Events that have the greatest economic consequences, taking in account Property and Crop damage cost
Top15_Damage
## # A tibble: 15 x 4
## EVTYPE propCost cropCost TotalCost
## <chr> <dbl> <dbl> <dbl>
## 1 FLOOD 144657709800 5661968450 150319678250
## 2 HURRICANE/TYPHOON 69305840000 2607872800 71913712800
## 3 TORNADO 56947380480 414953110 57362333590
## 4 STORM SURGE 43323536000 5000 43323541000
## 5 HAIL 15735267220 3025954450 18761221670
## 6 FLASH FLOOD 16822673510 1421317100 18243990610
## 7 DROUGHT 1046106000 13972566000 15018672000
## 8 HURRICANE 11868319010 2741910000 14610229010
## 9 RIVER FLOOD 5118945500 5029459000 10148404500
## 10 ICE STORM 3944927810 5022113500 8967041310
## 11 TROPICAL STORM 7703890550 678346000 8382236550
## 12 WINTER STORM 6688497250 26944000 6715441250
## 13 HIGH WIND 5270046260 638571300 5908617560
## 14 WILDFIRE 4765114000 295472800 5060586800
## 15 TSTM WIND 4484928440 554007350 5038935790
Reshaping data in order to plot
Top15_Damage<-gather(Top15_Damage,key = "Type",value = "values",-EVTYPE)
Plotting Impact on Economy results
ggplot(Top15_Damage,aes(x=reorder(EVTYPE,-values),y=(values/10^6),fill=Type))+
geom_col(position = "dodge")+
xlab("Severe Weather Type")+ ylab("Cost ( Million dollars)") +
#scale_y_continuous(labels = function(x) format(x, scientific = FALSE))+
ggtitle("Top 15 Crop and Property Damage by \nSevere Weather Events in\n the U.S. from 1995 - 2011")+
theme(axis.text.x=element_text(angle=45,hjust=1))+
theme(plot.title = element_text(hjust = 0.5))

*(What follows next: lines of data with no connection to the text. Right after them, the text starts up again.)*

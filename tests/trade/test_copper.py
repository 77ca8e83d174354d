"""The copper question: every point is direct physics, money is counted right, nothing fits that does not."""

from __future__ import annotations

from dataclasses import replace
from functools import cache

import numpy as np
import pytest
from numpy.typing import NDArray

from archopt.errors import OutputError
from archopt.model.evaluator import Evaluator
from archopt.model.problem import Problem
from archopt.model.space import Designs
from archopt.physics.copper import resistivity_ohm_m
from archopt.trade.copper import (
    WEIGHT,
    CopperAnswer,
    CopperPoint,
    copper_question,
    holds,
    last_worth,
    pair_rows,
    spread_pairs,
    with_months,
    with_stack,
)
from archopt.trade.money import money_per_kwh
from trade.conftest import compiled


@cache
def decided() -> tuple[Problem, NDArray[np.int64]]:
    problem, row = compiled("compute_sixteen")
    return problem, Evaluator(problem).decide(row[None])[0]


@cache
def answer() -> CopperAnswer:
    problem, row = decided()
    return copper_question(problem, row, design="incumbent")


def test_every_net_and_every_weight_is_swept() -> None:
    problem, _ = decided()
    assert list(answer().sweeps()) == [WEIGHT, "bus_a", *problem.rails.names]
    assert [point.amount for point in answer().sweeps()[WEIGHT]] == [1.0, 2.0, 3.0]
    assert [point.amount for point in answer().sweeps()["bus_a"]] == [1.0, 2.0, 3.0, 4.0]


def test_the_design_itself_is_on_every_sweep() -> None:
    problem, row = decided()
    loss = Evaluator(problem).evaluate(row[None], exact=True).objectives[0]
    for points in answer().sweeps().values():
        here = [point for point in points if point.here]
        assert len(here) == 1
        assert here[0].loss_kwh == pytest.approx(float(loss[0]), rel=1e-12)
        assert here[0].cost == pytest.approx(float(loss[1]), rel=1e-12)


def test_points_are_direct_physics_with_nothing_else_changed() -> None:
    problem, row = decided()
    for pairs, changed in pair_rows(problem, row, "core_west"):
        point = answer().sweeps()["core_west"][pairs - 1]
        exact = Evaluator(problem).evaluate(changed[None], exact=True).objectives[0]
        assert point.loss_kwh == pytest.approx(float(exact[0]), rel=1e-12)
        moved = np.flatnonzero(changed != row)
        assert set(moved) <= {problem.layout.rail("pairs").start + problem.rails.names.index("core_west")}


def test_more_copper_never_loses_more() -> None:
    for points in answer().sweeps().values():
        assert np.all(np.diff([point.copper_kwh for point in points]) < 0.0)
        assert np.all(np.diff([point.drop_percent for point in points]) <= 0.0)
        assert np.all(np.diff([point.rise_k for point in points]) <= 0.0)


def test_losses_of_the_nets_are_all_the_copper_there_is() -> None:
    problem, row = decided()
    solution = Evaluator(problem).detail(row[None], exact=True).solution
    every = (solution.plane_w.sum(axis=2) + solution.pour_w.sum(axis=2))[0] @ problem.states.hours * 1e-3
    assert sum(net.loss_kwh for net in answer().nets) == pytest.approx(float(every), rel=1e-12)


def test_halving_a_pour_doubles_its_sheet_but_not_its_vias() -> None:
    # closed form: loop = 2 (squares x sheet / pairs + vias), both as warm as the pour
    problem, row = decided()
    k = problem.rails.names.index("core_west")
    stack = int(row[problem.layout.board("stack")])
    sheet_ohm = float(problem.rails.squares[k] * problem.sheet_ohm[stack])
    ohm = [sheet_ohm / pairs + float(problem.rails.pour_via_ohm[k]) for pairs in (2, 4)]
    points = [answer().sweeps()["core_west"][n - 1] for n in (2, 4)]
    supply = problem.study.supply
    warm = [float(resistivity_ohm_m(supply.hottest_inlet_degc + supply.local_rise_k + p.rise_k)) for p in points]
    assert points[0].rise_k > points[1].rise_k
    expected = ohm[0] * warm[0] / (ohm[1] * warm[1])
    assert points[0].drop_percent / points[1].drop_percent == pytest.approx(expected, rel=1e-9)


def test_rise_is_the_permitted_one_at_the_limit() -> None:
    """IPC-2221 inverted: where a sweep misses ampacity its rise is above the permitted one, and only there."""
    problem, _ = decided()
    permitted = problem.study.board.copper_rise_k
    for sweep, points in answer().sweeps().items():
        if sweep == WEIGHT:
            continue
        for point in points:
            if "copper ampacity" in point.missed:
                assert point.rise_k > permitted
            else:
                assert point.rise_k <= permitted


def test_months_by_hand() -> None:
    problem, _ = decided()
    rate = money_per_kwh(problem.study)
    one, two = answer().sweeps()[WEIGHT][:2]
    assert one.months is None
    assert two.months == pytest.approx(12.0 * (two.cost - one.cost) / ((one.loss_kwh - two.loss_kwh) * rate), rel=1e-12)


def point(amount: float, loss: float, cost: float, missed: tuple[str, ...] = ()) -> CopperPoint:
    return CopperPoint(WEIGHT, amount, "stack", False, loss, 1.0, cost, 1.0, 1.0, None, missed)


def test_where_the_next_step_stops_paying() -> None:
    """100, 90, 88 kWh at 10, 11, 20: at 0.5 a kWh the steps take 2.4 and 108 months."""
    points = with_months([point(1, 100, 10), point(2, 90, 11), point(3, 88, 20)], 0.5)
    assert [p.months for p in points] == [None, pytest.approx(2.4), pytest.approx(108.0)]
    for life, amount in ((2.0, 1), (60.0, 2), (120.0, 3)):
        best = last_worth(points, life)
        assert best is not None
        assert best.amount == amount


def test_steps_that_cost_nothing_save_nothing_or_are_no_design() -> None:
    points = with_months([point(1, 100, 10, ("rail drop",)), point(2, 90, 10), point(3, 95, 9), point(4, 80, 9)], 0.5)
    assert [p.months for p in points[1:]] == [0.0, None, 0.0]
    best = last_worth(points, 60.0)
    assert best is not None
    assert best.amount == 2
    assert last_worth([points[0]], 60.0) is None


def test_a_limit_the_design_misses_itself_stops_no_step() -> None:
    own = replace(point(1, 100, 10, ("rail drop",)), here=True)
    points = with_months([own, point(2, 90, 10, ("rail drop",)), point(3, 80, 10, ("rail drop", "bus drop"))], 0.5)
    best = last_worth(points, 60.0)
    assert best is not None
    assert best.amount == 2


def test_a_net_that_bursts_its_stack_moves_and_pays() -> None:
    """On a stack it just fits, one more pair needs the next stack of the same weight, at its price."""
    problem, row = decided()
    tight = with_stack(problem, row, problem.stacks.names.index("14_layers_4_pairs_2_oz"))
    designs = Designs(problem.layout, tight[None])
    designs.rail("pairs")[0] = 4
    designs.rail("feed")[0, problem.rails.names.index("memory_2v5")] = 2
    designs.bus("converter")[0, 1] = designs.bus("converter")[0, 0]
    designs.bus("pairs")[0] = 3, 1
    assert holds(problem, tight)
    found = dict(pair_rows(problem, tight, "bus_a"))
    moved = found[4][problem.layout.board("stack")]
    assert problem.stacks.names[moved] == "16_layers_5_pairs_2_oz"
    grown = copper_question(problem, tight, net="bus_a").sweeps()["bus_a"]
    area = problem.study.board.area_cm2
    assert grown[3].cost - grown[2].cost == pytest.approx((0.148 - 0.122) * area, rel=1e-9)
    assert grown[3].months is not None
    assert grown[3].months > 12.0


def test_layers_shared_out_anew_still_fit() -> None:
    problem, row = decided()
    spread = spread_pairs(problem, row)
    assert holds(problem, spread)
    changed = np.flatnonzero(spread != row)
    pairs = problem.layout.rail("pairs")
    assert set(changed) <= set(range(pairs.start, pairs.stop))


def test_a_cheaper_stack_that_holds_the_design_is_named() -> None:
    assert answer().cheaper_stack == "14_layers_4_pairs_2_oz"
    assert answer().cheaper_by == pytest.approx((0.148 - 0.122) * 1000.0, rel=1e-9)


def test_an_unknown_net_is_refused() -> None:
    problem, row = decided()
    with pytest.raises(OutputError, match="did you mean 'core_west'"):
        copper_question(problem, row, net="core_wets")
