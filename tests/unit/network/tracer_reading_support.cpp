#include "tests/unit/network/tracer_reading_support.hpp"

#include <unistd.h>

#include <filesystem>
#include <fstream>
#include <nlohmann/json.hpp>

namespace stillzone::network {
namespace {

void replace_all(std::string& text, const std::string& from, const std::string& to) {
  for (auto at = text.find(from); at != std::string::npos; at = text.find(from, at)) {
    text.replace(at, from.size(), to);
    at += to.size();
  }
}

}  // namespace

TracerReading read_test(const std::string& json, const std::map<std::string, std::string>& tables) {
  namespace fs = std::filesystem;
  static int n_folders = 0;
  const fs::path folder =
      fs::temp_directory_path() /
      ("stillzone_tracer_" + std::to_string(::getpid()) + "_" + std::to_string(n_folders++));
  fs::create_directories(folder);
  for (const auto& [name, text] : tables) {
    std::ofstream(folder / name, std::ios::binary) << text;
  }
  core::FaultList faults;
  TracerReading reading;
  if (const auto document = core::JsonDocument::parse(json, "test.json", folder, faults)) {
    const core::UnitReader units;
    reading.test = read_tracer_test(*document, units, faults);
  }
  reading.faults = faults.text();
  replace_all(reading.faults, folder.string() + "/", "");
  fs::remove_all(folder);
  return reading;
}

std::string test_json(const std::string& changes, const std::string& point) {
  using Json = nlohmann::ordered_json;
  Json test = Json::parse(R"({
    "stillzone": "test/1",
    "volume": "3000 m3",
    "flow": "150 m3/d",
    "dose": { "tracer": "lithium", "mass": "24 kg", "at": "0 d" },
    "samples": [ { "at": "outlet", "csv": "outlet.csv", "time": { "column": "t", "unit": "d" },
                   "value": { "column": "c", "unit": "g/m3" }, "error": "0.1 g/m3" } ]
  })");
  test["samples"][0].merge_patch(Json::parse(point));
  test.merge_patch(Json::parse(changes));
  return test.dump(2);
}

TracerReading read_outlet(const std::string& table, const std::string& changes,
                          const std::string& point) {
  return read_test(test_json(changes, point), {{"outlet.csv", table}});
}

}  // namespace stillzone::network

#reshaping data to original form
#Top15_Damage<-Top15_Damage%>%spread(Type,values)%>%arrange(desc(TotalCost))
Based on the above histograms, flood and hurricane/typhoon cause most property damage; drought and flood causes most crop damage in the United States from 1995 to 2011.However flood is the The most devastating weather event with the greatest economic cosequences (dollars) is a flood.